● Activity: Where in the records does the word "date" appear? Copy each line that holds it.

☆ ☆ ☆

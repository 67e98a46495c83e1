import loadHighs from 'highs';
import { beforeAll, describe, expect, it } from 'vitest';
import type { FirmInput } from './firm-input.js';
import { roomLimits } from './firm-master.js';
import { firmVessel } from './firm-vessel.js';
import { highsSolver } from './highs-solver.js';
import { inventedFirm } from './invented-fleet.js';
import type { MixedIntegerProgram, ProgramSolver } from './mixed-integer-program.js';
import { NO_DECISIONS } from './plan-input.js';
import { planFirm } from './plan-firm.js';
import { ProgramBuilder } from './program-builder.js';
import { smallRandom } from './small-plans.js';
import { vesselModel } from './vessel-model.js';
import { vesselProgram } from './vessel-program.js';

let solver: ProgramSolver;
beforeAll(async () => {
  solver = highsSolver(await loadHighs());
});

const planned = (firm: FirmInput, timeLimitS = 60) => {
  // A clock that moves on by a twentieth of a second each time it is read: the same course in every run.
  let readings = 0;
  return planFirm(firm, {
    timeLimitS,
    targetGap: 0.001,
    elapsedS: () => 0.05 * readings++,
    askVessel: (request) => Promise.resolve(firmVessel(request, solver)),
    solver,
  });
};

function smallFirm(seed: number, hoursPerVessel: number): FirmInput {
  return inventedFirm({
    asOfOn: '2027-01-10',
    windowsFromOn: '2026-10-15',
    random: smallRandom(seed),
    taskCount: 4,
    windowCount: 8,
    vesselCount: 4,
    hoursPerVessel,
    berthsPerVessel: 0.25,
    lateDayCostMinor: 50_000,
  });
}

/** All vessels in one program by paths, late days at their cost: what decomposition is measured against. */
function oneProgram(firm: FirmInput): MixedIntegerProgram {
  const builder = new ProgramBuilder();
  const limits = roomLimits(firm.windows);
  const rows = limits.map((): [number, number][] => []);
  for (const { input } of firm.vessels) {
    const model = vesselModel(input);
    const built = vesselProgram(model, {
      formulation: 'arcs',
      minimise: 'cost',
      lateAllowed: true,
      lateDayCostMinor: firm.lateDayCostMinor,
    });
    const { program } = built;
    const first = builder.columnCount;
    const isWork = new Set(built.works.map(({ column }) => column));
    program.costs.forEach((cost, column) => {
      if (program.whole[column] === 1 || isWork.has(column)) builder.addChoice(cost);
      else builder.addAmount(cost, program.lowers[column], program.uppers[column]);
    });
    program.rowLowers.forEach((lower, row) => {
      const entries: [number, number][] = [];
      for (let at = program.rowStarts[row]; at < program.rowStarts[row + 1]; at++) {
        entries.push([first + program.columnIndices[at], program.coefficients[at]]);
      }
      builder.addRow(lower, program.rowUppers[row], entries);
    });
    limits.forEach(({ windowId, kind }, at) => {
      for (const visit of built.visits) {
        const window = model.windows[visit.window];
        if (window.window.id !== windowId || (kind !== null && kind !== visit.kind)) continue;
        const { hours } = window.offers.find((offer) => offer.kind === visit.kind)!;
        rows[at].push([first + visit.column, kind === null ? hours : 1]);
      }
      for (const work of kind === null ? built.works : []) {
        if (model.windows[work.window].window.id !== windowId) continue;
        const { hours } = model.tasks[work.taskIndex].work.find((offered) => offered.kind === work.kind)!;
        rows[at].push([first + work.column, hours]);
      }
    });
  }
  limits.forEach(({ limit }, at) => builder.addRow(-Infinity, limit, rows[at]));
  return builder.build();
}

describe('a firm against its yard', () => {
  it.each([
    ['ample', 40, [1, 2, 3, 4]],
    ['scarce', 16, [5, 6, 7, 8]],
    ['too little', 6, [9, 10]],
  ])(
    'bound <= optimum of one program <= plan, with %s room',
    async (_, hoursPerVessel, seeds) => {
      for (const seed of seeds) {
        const firm = smallFirm(seed, hoursPerVessel);
        const plan = await planned(firm);
        const best = solver.solve(oneProgram(firm), { timeLimitS: 60, relativeGap: 0 });
        expect(best.status).toBe('solved');
        const weight = plan.totalMinor + plan.lateDays * firm.lateDayCostMinor;
        const unavoidableMinor = weight - plan.proof.weightMinor;
        expect(weight, `seed ${seed}`).toBeGreaterThanOrEqual(best.objective * 100 - 1);
        // The bound for plans in time says nothing about a cheaper late plan; here lateness never pays.
        expect(plan.proof.boundMinor + unavoidableMinor, `seed ${seed}`).toBeLessThanOrEqual(
          best.objective * 100 + 1,
        );
        expect(plan.windows.filter(({ isOverfull }) => isOverfull)).toEqual([]);
        expect(plan.proof.gap).toBeGreaterThanOrEqual(0);
      }
    },
    120_000,
  );

  // Two vessels, each with one task due in June 2028 and two windows before it; the yard has one berth. Alone, both would
  // take the cheaper window a (1,000 + 500, with contingency 1,800); together one has to take b at 1,200 + 500, 2,040.
  it('gives the berth to one of two vessels and counts what that costs', async () => {
    const input = {
      asOfOn: '2028-01-10',
      horizonEndOn: '2029-06-30',
      currency: 'EUR',
      visitTerms: { 'mast-out-afloat': { costMinor: 100_000, hours: 10 } },
      contingencyShare: 0.2,
      orderMarginDays: 14,
      windows: [
        { id: 'a', opensOn: '2028-02-01', closesOn: '2028-03-01', kinds: ['mast-out-afloat' as const] },
        {
          id: 'b',
          opensOn: '2028-04-01',
          closesOn: '2028-05-01',
          kinds: ['mast-out-afloat' as const],
          visitCostMinor: { 'mast-out-afloat': 120_000 },
        },
      ],
      tasks: [
        {
          id: 'stay',
          name: 'forestay',
          partIds: ['fs'],
          action: 'replace' as const,
          ground: 'replace-by' as const,
          dueOn: '2028-06-01',
          againAfterDays: 3652,
          terms: { 'mast-out-afloat': { costMinor: 50_000, hours: 8 } },
          leadDays: 0,
          alsoDoneBy: [],
          needs: [],
        },
      ],
      decisions: NO_DECISIONS,
    };
    const firm: FirmInput = {
      lateDayCostMinor: 50_000,
      windows: ['a', 'b'].map((id) => ({ id, riggerHours: 100, berths: { 'mast-out-afloat': 1 } })),
      vessels: ['one', 'two'].map((vesselId) => ({ vesselId, name: vesselId, input })),
    };
    const plan = await planned(firm);
    expect(plan.totalMinor).toBe(180_000 + 204_000);
    expect(plan.lateDays).toBe(0);
    expect(plan.windows.map(({ visits }) => visits.length)).toEqual([1, 1]);
    // Prices are taken as found within the gap asked for.
    expect(plan.proof.gap).toBeLessThanOrEqual(0.001);
    expect(plan.proof.boundMinor).toBeLessThanOrEqual(384_000);

    // Without window b one of them has to be late, or undone: 1 June 2028 to 30 June 2029 is 394 days.
    const short = await planned({ ...firm, windows: [firm.windows[0], { id: 'b', riggerHours: 5 }] });
    expect(short.lateDays).toBe(394);
    expect(short.proof.lateCounted).toBe(true);
    expect(short.vessels.flatMap((vessel) => vessel.plan.lateTasks.map(({ reason }) => reason))).toEqual([
      'gives-way',
    ]);
  });

  it('refuses a vessel it cannot plan, by name', async () => {
    const firm = smallFirm(1, 40);
    const [vessel, ...others] = firm.vessels;
    const bad = { ...vessel, input: { ...vessel.input, contingencyShare: 3 } };
    await expect(planned({ ...firm, vessels: [bad, ...others] })).rejects.toThrow(
      /^Vessel 0: The contingency/,
    );
  });
});
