import type { TaskExplanation } from './explain-plan.js';
import type { VesselPlan } from './vessel-plan.js';

/** How days and money are shown to the person who reads. */
export interface ExplanationFormat {
  day: (day: string) => string;
  money: (minor: number) => string;
}

/**
 * One explanation in a sentence: "Replace by March 2029; taken in the visit of October 2028 because the mast is out for
 * the forestay; waiting would cost 2,400 and one more lift."
 *
 * @param plan the plan the explanation belongs to
 */
export function explanationWords(
  explanation: TaskExplanation,
  plan: VesselPlan,
  format: ExplanationFormat,
): string {
  const visit = plan.visits.find(({ windowId }) => windowId === explanation.windowId)!;
  const task = visit.tasks.find(({ taskId }) => taskId === explanation.taskId)!;
  const verb = task.action === 'replace' ? 'Replace' : 'Inspect';
  const due = explanation.dueOn === null ? verb : `${verb} by ${format.day(explanation.dueOn)}`;
  const start = `taken in the visit of ${format.day(visit.startOn)}`;
  return `${due}; ${start} ${reason(explanation, visit.kind !== 'aloft')}${waiting(explanation, format)}.`;
}

function reason({ because, sharedWith }: TaskExplanation, mastIsOut: boolean): string {
  switch (because) {
    case 'settled':
      return 'because it was settled by hand';
    case 'late':
      return 'because no earlier window allows it';
    case 'cannot-wait':
      return 'because the next window would be past its date';
    case 'shares-visit': {
      const names = sharedWith.map(({ name }) => name).join(', ');
      return mastIsOut ? `because the mast is out for ${names}` : `because the rigger is aloft for ${names}`;
    }
    case 'cheapest':
      return 'because the whole plan costs least so';
    case 'free-choice':
      return 'though another visit would do as well';
  }
}

function waiting({ because, waiting: wait }: TaskExplanation, format: ExplanationFormat): string {
  if (because === 'late' || because === 'settled') return '';
  if (wait.lateDays > 0)
    return `; waiting would run ${wait.lateDays} ${wait.lateDays === 1 ? 'day' : 'days'} past a date`;
  if (wait.costMinor === 0) return '; waiting would cost nothing';
  const lifts =
    wait.mastOutVisits > 0
      ? ` and take the mast out ${wait.mastOutVisits === 1 ? 'once' : `${wait.mastOutVisits} times`} more`
      : wait.visits > 0
        ? ` and take ${wait.visits === 1 ? 'one more visit' : `${wait.visits} more visits`}`
        : '';
  return `; waiting would cost ${format.money(wait.costMinor)}${lifts}`;
}
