import type { Curve } from './curve.js';

/**
 * Largest constant range that a curve lets stand for so many cycles: the inverse of cyclesToFailure. Past the life at
 * the cut-off it is the cut-off itself.
 *
 * @param curve any curve with at least one segment
 * @param cycles above zero
 * @returns range in the curve's measure
 * @throws RangeError for cycles that are not above zero
 * @example rangeForCycles({ segments: [{ above: 0, m: 3, log10a: 12 }] }, 1e6) // 100
 */
export function rangeForCycles(curve: Curve, cycles: number): number {
  if (!(cycles > 0)) throw new RangeError(`Cycles must be above zero, not ${cycles}.`);
  let upper = Infinity;
  for (const { above, m, log10a } of curve.segments) {
    const range = 10 ** ((log10a - Math.log10(cycles)) / m);
    // Where segments do not quite meet, the life jumps at `upper` and the range there is the answer.
    if (range >= above) return Math.min(range, upper);
    upper = above;
  }
  return upper;
}
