import fc from 'fast-check';
import { describe, expect, it } from 'vitest';
import { categoryCurve } from './category-curve.js';
import type { Curve, ReferenceCurve } from './curve.js';
import { curveProblems } from './curve-problems.js';
import { cyclesToFailure } from './cycles-to-failure.js';
import { cyclesToFailureAtMean } from './cycles-to-failure-at-mean.js';
import { divideLife } from './divide-life.js';
import { elementary } from './elementary.js';
import { haibach } from './haibach.js';
import { kneeRange } from './knee-range.js';
import { knees } from './knees.js';
import { rangeForCycles } from './range-for-cycles.js';
import { scaleStrength } from './scale-strength.js';
import { shiftToMean } from './shift-to-mean.js';
import { thicknessFactor } from './thickness-factor.js';
import { threadSizeFactor } from './thread-size-factor.js';
import { withoutCutOff } from './without-cut-off.js';

function expectRelative(actual: number, expected: number, tolerance = 1e-6): void {
  expect(Math.abs(actual / expected - 1)).toBeLessThan(tolerance);
}

/** Continuous curves of one to four segments, from a starting point downwards. */
const continuousCurves: fc.Arbitrary<Curve> = fc
  .record({
    m: fc.double({ min: 2, max: 9, noNaN: true }),
    log10a: fc.double({ min: 8, max: 18, noNaN: true }),
    knees: fc.uniqueArray(fc.integer({ min: 1, max: 400 }), { maxLength: 3 }),
    steeper: fc.array(fc.double({ min: 0.5, max: 4, noNaN: true }), { minLength: 3, maxLength: 3 }),
  })
  .map(({ m, log10a, knees: bounds, steeper }) => {
    const sorted = [...bounds].sort((a, b) => b - a);
    const segments = [{ above: sorted[0] ?? 0, m, log10a }];
    sorted.forEach((bound, i) => {
      const last = segments[segments.length - 1];
      const slope = last.m + steeper[i];
      segments.push({
        above: sorted[i + 1] ?? 0,
        m: slope,
        log10a: last.log10a + (slope - last.m) * Math.log10(bound),
      });
    });
    return { segments };
  });

describe('EN 1993-1-9 categories', () => {
  it('SN-01: knee and cut-off as shares of the category (clause 7.1, from memory; derived)', () => {
    const { segments } = categoryCurve('normal-stress', 1);
    expect(segments[0].above).toBeCloseTo(0.736806, 6);
    expect(segments[1].above / segments[0].above).toBeCloseTo(0.54928, 6);
    expect(segments[1].above).toBeCloseTo(0.404713, 6);
  });

  it('SN-02: constant of category 160 (public test of an open program, secondary)', () => {
    expectRelative(10 ** categoryCurve('normal-stress', 160).segments[0].log10a, 8.192e12);
  });

  it('SN-03: category 71 (hand: 2e6 * (71 / S)^3; 5e6 * (52.3132 / 40)^5; below 28.73 nothing)', () => {
    const curve = categoryCurve('normal-stress', 71);
    expectRelative(cyclesToFailure(curve, 100), 715_822);
    expectRelative(cyclesToFailure(curve, 40), 1.913059e7);
    expect(cyclesToFailure(curve, 28)).toBe(Infinity);
  });

  it('SN-04: category 50 for threads (hand as SN-03)', () => {
    const curve = categoryCurve('normal-stress', 50);
    expectRelative(cyclesToFailure(curve, 60), 1_157_407.4);
    expectRelative(cyclesToFailure(curve, 30), 1.3963054e7);
  });

  it('SN-05: size factor of a 36 mm thread (EN 1993-1-9 detail 14, secondary)', () => {
    const rule = { exponent: 0.25, referenceMm: 30 };
    expectRelative(1 / threadSizeFactor(36, rule), 0.955443);
    expect(threadSizeFactor(30, rule)).toBe(1);
    expect(threadSizeFactor(12, rule)).toBe(1);
  });

  it('shear: slope 5 to 1e8 cycles, cut-off at 0.4573 of the category (clause 7.1, from memory)', () => {
    const curve = categoryCurve('shear-stress', 100);
    expect(curve.segments[0].above).toBeCloseTo(45.73, 2);
    expectRelative(cyclesToFailure(curve, 100), 2e6);
    expectRelative(cyclesToFailure(curve, 50), 6.4e7);
    expect(cyclesToFailure(curve, 45)).toBe(Infinity);
  });

  it('refuses a category of zero', () => {
    expect(() => categoryCurve('normal-stress', 0)).toThrow(RangeError);
  });
});

describe('EN 1993-1-11 tension components', () => {
  it('SN-06: category 150 (Table 9.1 and Figure 9.1, secondary)', () => {
    const curve = categoryCurve('tension-component', 150);
    expectRelative(cyclesToFailure(curve, 200), 632_812.5);
    expectRelative(cyclesToFailure(curve, 150), 2e6);
    expectRelative(cyclesToFailure(curve, 100), 2.278125e7);
    expectRelative(cyclesToFailure(curve, 75), 1.28e8);
  });
});

describe('cycles to failure', () => {
  const twoSlopes: Curve = {
    segments: [
      { above: 100, m: 3, log10a: 12 },
      { above: 0, m: 5, log10a: 16 },
    ],
  };

  it('takes the upper segment exactly on a knee', () => {
    // The lower segment would give 1e16 / 1e10 = 1e6 as well; with a jump the difference shows.
    const jump: Curve = { segments: [twoSlopes.segments[0], { above: 0, m: 5, log10a: 17 }] };
    expectRelative(cyclesToFailure(jump, 100), 1e6, 1e-12);
    expectRelative(cyclesToFailure(jump, 99.999999), 1e7, 1e-6);
  });

  it('never fails at a range of zero and at once at an infinite one', () => {
    expect(cyclesToFailure(twoSlopes, 0)).toBe(Infinity);
    expect(cyclesToFailure(twoSlopes, Infinity)).toBe(0);
  });

  it('keeps its sense at the edges of a double', () => {
    const steep: Curve = { segments: [{ above: 0, m: 13.46, log10a: -0.6 }] };
    // 1e-300^-13.46 overflows: no damage, not NaN. 1e300^13.46 underflows: no life.
    expect(cyclesToFailure(steep, 1e-300)).toBe(Infinity);
    expect(cyclesToFailure(steep, 1e300)).toBe(0);
    // 10^320 alone is beyond a double, 10^320 * 10^-30 is not.
    const huge: Curve = { segments: [{ above: 0, m: 3, log10a: 320 }] };
    expectRelative(cyclesToFailure(huge, 1e10), 1e290, 1e-9);
  });

  it('refuses negative ranges and NaN', () => {
    expect(() => cyclesToFailure(twoSlopes, -1)).toThrow(RangeError);
    expect(() => cyclesToFailure(twoSlopes, NaN)).toThrow(RangeError);
  });

  it('does not grow with the range', () => {
    fc.assert(
      fc.property(
        continuousCurves,
        fc.double({ min: 0.1, max: 1000, noNaN: true }),
        fc.double({ min: 1, max: 3, noNaN: true }),
        (curve, range, factor) => {
          expect(cyclesToFailure(curve, range * factor)).toBeLessThanOrEqual(
            cyclesToFailure(curve, range) * (1 + 1e-9),
          );
        },
      ),
    );
  });
});

describe('range for cycles', () => {
  it('goes there and back on any continuous curve', () => {
    fc.assert(
      fc.property(continuousCurves, fc.double({ min: 0.5, max: 800, noNaN: true }), (curve, range) => {
        expectRelative(rangeForCycles(curve, cyclesToFailure(curve, range)), range, 1e-9);
      }),
    );
  });

  it('SN-07: stress of the E301 spiral rope at 2e6 cycles (DNV-OS-E301 2018, secondary)', () => {
    const spiral: Curve = { segments: [{ above: 0, m: 4.8, log10a: Math.log10(1.7e17) }] };
    expectRelative(rangeForCycles(spiral, 2e6), 189.2179);
  });

  it('stays at the cut-off past its life', () => {
    const curve = categoryCurve('normal-stress', 71);
    expect(rangeForCycles(curve, 1e12)).toBe(curve.segments[1].above);
    expectRelative(rangeForCycles(curve, 1e8), curve.segments[1].above, 1e-9);
  });

  it('answers a jump with the range of the jump', () => {
    const jump: Curve = {
      segments: [
        { above: 100, m: 3, log10a: 12 },
        { above: 0, m: 5, log10a: 17 },
      ],
    };
    expect(rangeForCycles(jump, 5e6)).toBe(100);
  });

  it('refuses no cycles', () => {
    expect(() => rangeForCycles(categoryCurve('normal-stress', 71), 0)).toThrow(RangeError);
  });
});

describe('knees and variants', () => {
  it('names the knees and the cut-off of category 71', () => {
    const [knee, cutOff] = knees(categoryCurve('normal-stress', 71));
    expectRelative(knee.range, 52.31, 1e-4);
    expectRelative(knee.cyclesAbove, 5e6, 1e-9);
    expectRelative(knee.cyclesBelow, 5e6, 1e-9);
    expectRelative(cutOff.range, 28.73, 2e-4);
    expectRelative(cutOff.cyclesAbove, 1e8, 1e-9);
    expect(cutOff.cyclesBelow).toBe(Infinity);
  });

  it('finds the knee from the constants (class D: 52.60, DNV-RP-C203 2016, secondary)', () => {
    expect(kneeRange({ m: 3, log10a: 12.164 }, { m: 5, log10a: 15.606 })).toBeCloseTo(52.6, 2);
    expect(() => kneeRange({ m: 3, log10a: 12 }, { m: 3, log10a: 13 })).toThrow(RangeError);
  });

  it('draws Haibach below the knee with 2m - 1, continuous (Haibach 1970, from memory)', () => {
    for (const [m, expected] of [
      [3, 5],
      [4, 7],
      [5, 9],
    ]) {
      const curve = haibach(m, 12, 60);
      expect(curve.segments[1].m).toBe(expected);
      const [knee] = knees(curve);
      expectRelative(knee.cyclesBelow, knee.cyclesAbove, 1e-9);
    }
    expect(() => haibach(1, 12, 60)).toThrow(RangeError);
    expect(() => haibach(3, 12, 0)).toThrow(RangeError);
  });

  it('never lives longer on the elementary curve, then Haibach, then with a cut-off', () => {
    const cutOff: Curve = { segments: [{ above: 60, m: 3, log10a: 12 }] };
    const branch = haibach(3, 12, 60);
    fc.assert(
      fc.property(fc.double({ min: 1, max: 200, noNaN: true }), (range) => {
        const lives = [elementary(branch), branch, cutOff].map((curve) => cyclesToFailure(curve, range));
        expect(lives[0]).toBeLessThanOrEqual(lives[1] * (1 + 1e-9));
        expect(lives[1]).toBeLessThanOrEqual(lives[2] * (1 + 1e-9));
      }),
    );
    expect(() => elementary({ segments: [] })).toThrow(RangeError);
  });

  it('loses its cut-off and nothing else', () => {
    const curve = categoryCurve('normal-stress', 71);
    const open = { segments: withoutCutOff(curve) };
    expect(cyclesToFailure(open, 60)).toBe(cyclesToFailure(curve, 60));
    expect(cyclesToFailure(open, 30)).toBe(cyclesToFailure(curve, 30));
    // Hand: 1e8 * (28.7346 / 20)^5 = 6.1219e8.
    expectRelative(cyclesToFailure(open, 20), 1e8 * (28.7346 / 20) ** 5, 1e-4);
    expect(curve.segments[1].above).toBeGreaterThan(28);
  });

  it('divides lives, and only divides', () => {
    const curve = categoryCurve('tension-component', 150);
    const harsh = { segments: divideLife(curve, 3) };
    fc.assert(
      fc.property(fc.double({ min: 1, max: 500, noNaN: true }), (range) => {
        expectRelative(cyclesToFailure(curve, range) / cyclesToFailure(harsh, range), 3, 1e-9);
      }),
    );
    expect(() => divideLife(curve, 0.5)).toThrow(RangeError);
  });

  it('draws the shape of category 150 through 112: the same curve as category 112', () => {
    const scaled = { segments: scaleStrength(categoryCurve('tension-component', 150), 112 / 150) };
    const direct = categoryCurve('tension-component', 112);
    for (const range of [30, 111, 112, 113, 300]) {
      expectRelative(cyclesToFailure(scaled, range), cyclesToFailure(direct, range), 1e-9);
    }
    expect(() => scaleStrength(direct, 0)).toThrow(RangeError);
  });

  it('SN-16: factor of a 50 mm plate, class D (DNV-RP-C203 2016, secondary)', () => {
    const rule = { exponent: 0.2, referenceMm: 25 };
    expectRelative(thicknessFactor(50, rule), 1.148698);
    expect(thicknessFactor(25, rule)).toBe(1);
    expect(thicknessFactor(6, rule)).toBe(1);
  });
});

describe('shift to the mean', () => {
  const design: Pick<ReferenceCurve, 'segments' | 'level' | 'k' | 'sdLog10N'> = {
    segments: [{ above: 0, m: 3, log10a: 12.6007 - 2 * 0.2095 }],
    level: 'mean-minus-k-sd',
    k: 2,
    sdLog10N: 0.2095,
  };

  it('SN-17: class D mean and design at 100 MPa (class-society rules, secondary)', () => {
    expectRelative(cyclesToFailure({ segments: shiftToMean(design) }, 100), 3.987494e6);
    expectRelative(cyclesToFailure(design, 100), 1.519498e6);
  });

  it('moves EN curves by 1.645 times 0.25, as no scatter is published (hand: 0.41125)', () => {
    const curve = { ...design, level: 'fractile-95-75' as const, k: 1.645, sdLog10N: null };
    expect(shiftToMean(curve)[0].log10a - curve.segments[0].log10a).toBeCloseTo(0.41125, 12);
  });

  it('leaves curves of unknown level and mean curves where they are', () => {
    expect(shiftToMean({ ...design, level: 'unknown' })).toEqual(design.segments);
    expect(shiftToMean({ ...design, level: 'mean' })).toEqual(design.segments);
  });
});

describe('mean-load term', () => {
  const spiral: Pick<ReferenceCurve, 'segments' | 'meanLoad'> = {
    segments: [{ above: 0, m: 5.05, log10a: 3.25 }],
    meanLoad: {
      kind: 'load-ratio-exponent',
      perMeanRatio: 3.43,
      minRatio: 0,
      maxRatio: 0.6,
      reason: 'own term',
    },
  };
  const stranded: Pick<ReferenceCurve, 'segments' | 'meanLoad'> = {
    segments: [{ above: 0, m: 4.09, log10a: 3.2 }],
    meanLoad: {
      kind: 'load-ratio-exponent',
      perMeanRatio: 2.79,
      minRatio: 0,
      maxRatio: 0.6,
      reason: 'own term',
    },
  };

  it('SN-09, SN-10: API RP 2SK 3rd edition (2005), secondary', () => {
    expectRelative(cyclesToFailureAtMean(spiral, 0.2, 0.3), 5.633762e5);
    expectRelative(cyclesToFailureAtMean(spiral, 0.15, 0.3), 2.408458e6);
    expectRelative(cyclesToFailureAtMean(stranded, 0.2, 0.2), 3.168016e5);
  });

  it('SN-11: a tenth more mean divides life by 2.203 and 1.901 (derived: 10^0.343, 10^0.279)', () => {
    expectRelative(
      cyclesToFailureAtMean(spiral, 0.2, 0.2) / cyclesToFailureAtMean(spiral, 0.2, 0.3),
      2.202926,
    );
    expectRelative(
      cyclesToFailureAtMean(stranded, 0.2, 0.2) / cyclesToFailureAtMean(stranded, 0.2, 0.3),
      1.901078,
    );
  });

  it('clips the mean to 0 and 0.6', () => {
    expect(cyclesToFailureAtMean(spiral, 0.2, -0.1)).toBe(cyclesToFailureAtMean(spiral, 0.2, 0));
    expect(cyclesToFailureAtMean(spiral, 0.2, 0.9)).toBe(cyclesToFailureAtMean(spiral, 0.2, 0.6));
  });

  it('is left alone on curves without one', () => {
    const plain = { segments: spiral.segments, meanLoad: { kind: 'none' as const, reason: 'in the tests' } };
    expect(cyclesToFailureAtMean(plain, 0.2, 0.5)).toBe(cyclesToFailure(plain, 0.2));
  });
});

describe('curves from outside', () => {
  it('names what is wrong, and where', () => {
    expect(curveProblems({ segments: [] })).toEqual(['A curve needs at least one segment.']);
    expect(
      curveProblems({
        segments: [
          { above: 0, m: 3, log10a: 12 },
          { above: 100, m: 0, log10a: NaN },
        ],
      }),
    ).toEqual([
      'Segment 2: the slope m must be above zero, not 0.',
      'Segment 2: log10a must be a number, not NaN.',
      'Segment 2: segments must run from high to low ranges.',
    ]);
    expect(curveProblems({ segments: [{ above: -1, m: 3, log10a: 12 }] })).toEqual([
      'Segment 1: "above" must be zero or more, not -1.',
    ]);
  });

  it('finds nothing wrong with continuous curves', () => {
    fc.assert(fc.property(continuousCurves, (curve) => void expect(curveProblems(curve)).toEqual([])));
  });
});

☆ ☆ ☆

● Answer to this task:
      return 'because the next window would be past its date';
    return `; waiting would run ${wait.lateDays} ${wait.lateDays === 1 ? 'day' : 'days'} past a date`;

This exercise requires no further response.